**Directions**
Beginning at the line containing "and ranges of" in the material below and ending at the line containing "parameter as a", return each line exactly and add nothing.
Data to examine START
def identifiers(names, reserved) -> dict[str, str]:
    """A safe identifier for every name: a name in ``reserved`` gets a ``_v`` suffix (kept unique)."""
    taken = set(names) | set(reserved)
    out = {}
    for name in names:
        new = name
        while new in reserved or (new != name and new in taken):
            new += "_v"
        taken.add(new)
        out[name] = new
    return out


def wrap(text: str, width: int, indent: str) -> list[str]:
    """Break a long printed expression at spaces (between tokens) into lines of at most ``width``."""
    if len(text) <= width:
        return [text]
    words = text.split(" ")
    lines, cur = [], ""
    for w in words:
        if cur and len(cur) + 1 + len(w) > width:
            lines.append(cur)
            cur = indent + w
        else:
            cur = f"{cur} {w}" if cur else w
    lines.append(cur)
    return lines


def relation_margin(rel):
    """``(margin, strict)``: margin > 0 (>= 0 if not strict) inside the relation."""
    op = rel.rel_op
    if op in (">", ">="):
        return rel.lhs - rel.rhs, op == ">"
    return rel.rhs - rel.lhs, op == "<"


# --------------------------------------------------------------------------- Christoffel symbols (symbolic)


def christoffel_symbols(spec, budget: float = DEFAULT_BUDGET) -> dict:
    """Nonzero Gamma^a_bc (b <= c) as factored sympy expressions, computed in a child process.

    Uses the shared exact engine (:class:`gravicat.engine.geometry.Geometry`). A chart whose symbols do
    not reduce within ``budget`` seconds gives a one-line CatalogError (nothing is printed half).
    """
    import multiprocessing

    def work(conn):
        try:
            from gravicat.engine.geometry import Geometry

            geo = Geometry(spec)
            gam = geo.christoffel
            out = {}
            for a in range(geo.n):
                for b in range(geo.n):
                    for c in range(b, geo.n):
                        v = gam[a][b][c]
                        if not geo.is_zero(v):
                            out[(a, b, c)] = geo.to_sympy(v)
            conn.send(("ok", out))
        except Exception as exc:  # reported to the parent as one line
            conn.send(("error", f"{type(exc).__name__}: {exc}"))
        finally:
            conn.close()

    try:
        ctx = multiprocessing.get_context("fork")
    except ValueError:  # pragma: no cover - platforms without fork: computed here, no time limit
        ctx = None
    if ctx is None:  # pragma: no cover
        parent, child = multiprocessing.Pipe(duplex=False)
        work(child)
        kind, payload = parent.recv()
        if kind != "ok":
            raise CatalogError(f"{spec.entry}:{spec.chart}: cannot compute the Christoffel symbols ({payload})")
        return payload
    parent, child = ctx.Pipe(duplex=False)
    proc = ctx.Process(target=work, args=(child,), daemon=True)
    proc.start()
    child.close()
    try:
        ready = parent.poll(budget)
        if not ready:
            raise CatalogError(f"{spec.entry}:{spec.chart}: the Christoffel symbols did not reduce within "
                               f"{budget:g} s; export without the Christoffel symbols (or give a larger budget)")
        kind, payload = parent.recv()
    except EOFError:
        raise CatalogError(f"{spec.entry}:{spec.chart}: the Christoffel computation stopped unexpectedly") from None
    finally:
        if proc.is_alive():
            proc.kill()
        proc.join()
        parent.close()
    if kind != "ok":
        raise CatalogError(f"{spec.entry}:{spec.chart}: cannot compute the Christoffel symbols ({payload})")
    return payload
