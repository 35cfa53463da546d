"""export: turning a checked chart into code.

Owns the shared code generation behind the exporters: the status gate, provenance header,
prepared chart and the Christoffel symbols of a LaTeX export (:mod:`.codegen`, which also
re-exports the names below for the exporter plugins), the fixed parameter values of an export
(:mod:`.parameters`), and what numeric targets print (:mod:`.numeric`: metric, derivatives,
closed-form inverse, common sub-expressions, identifiers, wrapping).

May import: ``engine``, ``format`` and the core contract.
"""
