"""The geodesic right-hand side in Hamiltonian form, vectorised over many rays.

With H(x, p) = 1/2 g^ab(x) p_a p_b the geodesics (null for H = 0, timelike for H = -1/2 with an
affine parameter equal to proper time) obey

    dx^a/dl = dH/dp_a = g^ab p_b,        dp_a/dl = -dH/dx^a = -1/2 (d_a g^bc) p_b p_c.

The inverse metric g^ab is the engine's exact one (:attr:`gravicat.engine.geometry.Geometry.ginv`,
reduced by the exact field); its coordinate derivatives are taken by sympy on those
expressions, after the parameters are set to their (exact) values. Nothing here computes
Christoffel symbols: the Hamiltonian form needs only g^ab and its first derivatives, and H itself
is the drift measure reported for every ray (it is conserved exactly along a geodesic).

Two outputs from the same expressions:

* :class:`HamiltonianSystem`: NumPy callables (sympy's ``lambdify`` on the expressions with the
  coordinates renamed ``x0, x1, ...`` and the momenta ``p0, p1, ...``, so the generated text holds
  only those names, numbers and NumPy functions, never a string of the catalogue);
  arrays are laid out ``(n, N)``: one column per ray;
* :func:`c99_source`: a C99 function ``gravicat_hamiltonian_rhs(long nrays, const double *y,
  double *dy, double *h)`` over rays stored one after another as ``(x^0..x^{n-1}, p_0..p_{n-1})``.
"""

from __future__ import annotations

import math
import re
from collections.abc import Mapping
from dataclasses import dataclass, field
from typing import Any

from gravicat.errors import InputError

DEFAULT_BUDGET = 20.0  # CPU seconds for the exact inverse metric

_CACHE: dict = {}
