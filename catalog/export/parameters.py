"""Fixed parameter values of an export: read (``--set`` text or a mapping), checked against the
declared assumptions and ranges, made exact (see :mod:`gravicat.export.codegen`)."""

from __future__ import annotations

from collections.abc import Mapping
from typing import Any

from gravicat.errors import InputError
from gravicat.format.assign import parse_assignments, real_number


def _relations(doc, pname: str, symbols: Mapping[str, Any]):
    from gravicat.format.expr import Names, check_relation, relation_to_sympy

    text = doc.data["parameters"][pname].get("range")
    if not text:
        return text, []
    rels = check_relation(text, Names(symbols=frozenset(symbols)), source=doc.source,
                          field=f"parameters.{pname}.range")
    return text, [relation_to_sympy(r, symbols) for r in rels]


_ASSUME = {
    "positive": (lambda v: v > 0, "positive"),
    "nonnegative": (lambda v: v >= 0, "nonnegative"),
    "negative": (lambda v: v < 0, "negative"),
    "nonzero": (lambda v: v != 0, "nonzero"),
    "integer": (lambda v: v.is_integer, "an integer"),
}


def fixed_parameters(doc, spec, params, option: str = "--set") -> dict[Any, Any]:
    """The parameter values to substitute: symbol -> exact number (empty for symbolic export).

    ``params`` is None, ``"symbolic"``, option text ``"M=1,a=9/10"`` or a mapping name -> value.
    Each value must satisfy the parameter's assumptions and every range whose parameters are all
    given; otherwise an InputError names the option and the parameter.
    """
    import sympy

    symbols = {str(p): p for p in spec.params}
    if params is None or (isinstance(params, str) and params.strip().lower() in ("", "symbolic")):
        return {}
    if isinstance(params, str):
        values = parse_assignments(params, option, symbols, {}, kind="parameter", owner=doc.id)
    elif isinstance(params, Mapping):
        values = {}
        for name, value in params.items():
            if name not in symbols:
                raise InputError(option, name, f"not a parameter of {doc.id} "
                                               f"(parameters: {', '.join(symbols) or 'none'})")
            if isinstance(value, str):
                values.update(parse_assignments(f"{name}={value}", option, symbols, values, kind="parameter",
                                                owner=doc.id))
            else:
                num = sympy.Rational(str(value)) if isinstance(value, float) else sympy.sympify(value)
                values[name] = real_number(num, option, name, str(value))
    else:
        raise InputError(option, None, f"cannot read parameters from {type(params).__name__}")
    check_parameter_values(doc, spec, values, option)
    return {symbols[k]: v for k, v in values.items()}


def check_parameter_values(doc, spec, values: Mapping[str, Any], option: str) -> None:
    """Assumptions and ranges of the given values (a range with an unknown parameter is skipped)."""
    symbols = {str(p): p for p in spec.params}
    for name, value in values.items():
        for assume in doc.data["parameters"][name].get("assume", []):
            if assume in _ASSUME:
                test, words = _ASSUME[assume]
                if not bool(test(value)):
                    raise InputError(option, name, f"{name} = {value} but the parameter is declared {words}")
    subs = {symbols[k]: v for k, v in values.items()}
    for pname in symbols:
        text, rels = _relations(doc, pname, symbols)
        for rel in rels:
            if not rel.free_symbols <= set(subs):
                continue
            if not bool(rel.subs(subs)):
                shown = ", ".join(f"{k} = {v}" for k, v in values.items() if symbols[k] in rel.free_symbols)
                culprit = pname if pname in values else next(k for k in values if symbols[k] in rel.free_symbols)
                raise InputError(option, culprit, f"{shown} is outside the range {text} of {pname}")


def numeric_parameters(doc, spec, params, option: str = "--set") -> dict[Any, Any]:
    """Every parameter as a number: the given values, else the file's defaults (for the probe)."""
    fixed = fixed_parameters(doc, spec, params, option)
    out = {}
    for p in spec.params:
        if p in fixed:
            out[p] = fixed[p]
        elif p in spec.defaults:
            out[p] = spec.defaults[p]
        else:
            raise InputError(option, str(p), f"give a value for {p} (the file declares no default)")
    check_parameter_values(doc, spec, {str(k): v for k, v in out.items()}, option)
    return out
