:class:`Catalogue` wraps a database (SQLite file, or PostgreSQL for a group) and does what the
commands do, through the same library functions: the store (:mod:`gravicat.store.revisions`,
:mod:`gravicat.store.search`), the runner (:mod:`gravicat.engine.runner`) and the child-process
runner with its CPU-time caps (:mod:`gravicat.engine.fork`). Every call is one transaction, so
a failed call writes nothing.

Subjects follow the project's one syntax (:mod:`gravicat.api.subjects`), ``FILE[:CHART]`` or
``ID[@REVISION][:CHART]``: ``cat.get("kerr")`` is the latest revision, ``cat.get("kerr@3f2a")``
the revision whose hash starts with ``3f2a`` (or revision number 3 with ``kerr@3``),
``cat.get("kerr:boyer-lindquist")`` that chart; ``cat.get("my-metric.toml")`` reads a file.
"""

from __future__ import annotations

from collections.abc import Iterable, Iterator
from contextlib import contextmanager
from dataclasses import dataclass, field
from functools import cached_property
from pathlib import Path
from typing import TYPE_CHECKING, Any

from gravicat.api.entry import Chart, Entry, load_file
from gravicat.errors import InputError

if TYPE_CHECKING:
    from sqlalchemy.engine import Engine
    from sqlalchemy.orm import Session

    from gravicat.format.metricfile import MetricDocument


def configured(**given):
    """The user's settings with one precedence, as the command line resolves them (argument >
    ``GRAVICAT_*`` environment variable > ``config.toml`` > default): the only place the API reads
    them. ``given`` are :func:`gravicat.config.load_settings` arguments (None = not given)."""
    from gravicat.config import load_settings

    return load_settings(**given)


def _entry_ref(subject: str, what: str):
    """The parsed subject (:func:`gravicat.api.subjects.parse_subject`), which must name a
    catalogue entry: a file is refused with a one-line error saying what to do."""
    from gravicat.api.subjects import parse_subject

    ref = parse_subject(subject)
    if ref.is_file:
        raise InputError(subject, None, f"names a file; {what} works on catalogue entries (add the file first)")
    return ref


# PostgreSQL: insufficient_privilege, read_only_sql_transaction (a standby, default_transaction_read_only)
_READ_ONLY_STATES = {"42501", "25006"}


def database_failure(exc: Exception):
    """A SQLAlchemy failure as the one-line :class:`gravicat.DatabaseError` users see, else None
    (anything else is a bug and keeps its traceback)."""
    if not type(exc).__module__.startswith("sqlalchemy"):
        return None
    from sqlalchemy.exc import DBAPIError, IntegrityError, OperationalError

    from gravicat.errors import DatabaseError

    orig = getattr(exc, "orig", None)
    if isinstance(exc, DBAPIError) and (getattr(orig, "sqlstate", None) in _READ_ONLY_STATES
                                        or getattr(orig, "sqlite_errorname", None) == "SQLITE_READONLY"):
        # a role allowed only to read a shared catalogue, a read-only server, a read-only file
        return DatabaseError(f"the catalogue is read-only for this user: {str(orig).splitlines()[0]}; "
                             "this command needs write access, nothing was written")
    if isinstance(exc, IntegrityError):
        return DatabaseError(f"the database refused the change (a concurrent edit?): "
                             f"{str(exc.orig).splitlines()[0]}; nothing was written, try again")
    if isinstance(exc, OperationalError):
        return DatabaseError(f"database error: {str(exc.orig).splitlines()[0]}; nothing was written")
    return None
Data to examine END
**Exercise result**
    """Assumptions and ranges of the given values (a range with an unknown parameter is skipped)."""
    symbols = {str(p): p for p in spec.params}
    for name, value in values.items():
        for assume in doc.data["parameters"][name].get("assume", []):
            if assume in _ASSUME:
                test, words = _ASSUME[assume]
                if not bool(test(value)):
                    raise InputError(option, name, f"{name} = {value} but the parameter is declared {words}")
    subs = {symbols[k]: v for k, v in values.items()}
    for pname in symbols:
        text, rels = _relations(doc, pname, symbols)
        for rel in rels:
            if not rel.free_symbols <= set(subs):
                continue
            if not bool(rel.subs(subs)):
                shown = ", ".join(f"{k} = {v}" for k, v in values.items() if symbols[k] in rel.free_symbols)
                culprit = pname if pname in values else next(k for k in values if symbols[k] in rel.free_symbols)
                raise InputError(option, culprit, f"{shown} is outside the range {text} of {pname}")


def numeric_parameters(doc, spec, params, option: str = "--set") -> dict[Any, Any]:
    """Every parameter as a number: the given values, else the file's defaults (for the probe)."""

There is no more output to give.